── PROVIDED MATERIAL ──

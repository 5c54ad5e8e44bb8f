"""What scans are called, and what a name that a person typed means."""

from __future__ import annotations

from collections.abc import Collection, Iterable
from typing import TYPE_CHECKING

if TYPE_CHECKING:
    from nightfold.scans.scan import Scan
    from nightfold.store import Store
    from nightfold_cli.render import Screen


def ambiguous_labels(scans: Iterable[Scan]) -> frozenset[str]:
    """Return the labels that do not name one scan: of several sequences or machines, or read as another's round."""
    users: dict[str, set[tuple[str, str]]] = {}
    keys: dict[str, str] = {}
    for scan in scans:
        if scan.label is not None:
            users.setdefault(scan.label, set()).add((scan.machine, scan.sequence))
            keys[scan.key] = scan.label
    shared = {label for label, streams in users.items() if len(streams) > 1}
    return frozenset(shared | {label for key, label in keys.items() if key in users})


def name_of(scan: Scan, ambiguous: Collection[str]) -> str:
    """Return how a scan is named so that a command finds it again: ``label#round``, its id if the label is shared."""
    return str(scan.id) if scan.label in ambiguous else scan.key


def name_in(store: Store, scan: Scan) -> str:
    """Return how a scan is named among all scans of its store, without reading all of them."""
    from nightfold.errors import ChoiceNeeded

    if scan.label is None:
        return scan.key
    try:
        store.scan(scan.label)
        alone = store.scan(scan.key).id == scan.id
    except ChoiceNeeded:
        alone = False
    return scan.key if alone else str(scan.id)


def shared_names(store: Store) -> dict[tuple[str | None, str, str], str]:
    """Return the names of scans whose label is shared, by machine, sequence and ``label#round``."""
    scans = store.scans()
    ambiguous = ambiguous_labels(scans)
    return {
        (scan.machine, scan.sequence, scan.key): name_of(scan, ambiguous)
        for scan in scans
        if scan.label in ambiguous
    }


def named_scan(store: Store, key: str, screen: Screen) -> Scan:
    """Return the scan that a person named; digits are an id, and a label where there is no such id.

    Raises
    ------
    NotFound, ChoiceNeeded
        As of `Store.scan`.
    """
    from nightfold.errors import NotFound

    if not (key.isascii() and key.isdigit()):
        return store.scan(key)
    labelled = any(scan.label == key for scan in store.scans())
    try:
        found = store.scan(int(key))
    except NotFound:
        if labelled:
            return store.scan(key)
        raise
    if labelled:
        screen.say(f"{key} is scan id {found.id}; the label {key} is {key}#1, or any other round of it")
    return found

───

◆ WORK ITEM
Retype the entries exactly from the first line, stopping after the line with "def name_of(scan: Scan, ambiguous: Collection[str])".

◆ ANSWER SPACE
repository 5c54ad5e8e44bb8f
"""What scans are called, and what a name that a person typed means."""

from __future__ import annotations

from collections.abc import Collection, Iterable
from typing import TYPE_CHECKING

if TYPE_CHECKING:
    from nightfold.scans.scan import Scan
    from nightfold.store import Store
    from nightfold_cli.render import Screen


def ambiguous_labels(scans: Iterable[Scan]) -> frozenset[str]:
    """Return the labels that do not name one scan: of several sequences or machines, or read as another's round."""
    users: dict[str, set[tuple[str, str]]] = {}
    keys: dict[str, str] = {}
    for scan in scans:
        if scan.label is not None:
            users.setdefault(scan.label, set()).add((scan.machine, scan.sequence))
            keys[scan.key] = scan.label
    shared = {label for label, streams in users.items() if len(streams) > 1}
    return frozenset(shared | {label for key, label in keys.items() if key in users})


def name_of(scan: Scan, ambiguous: Collection[str]) -> str:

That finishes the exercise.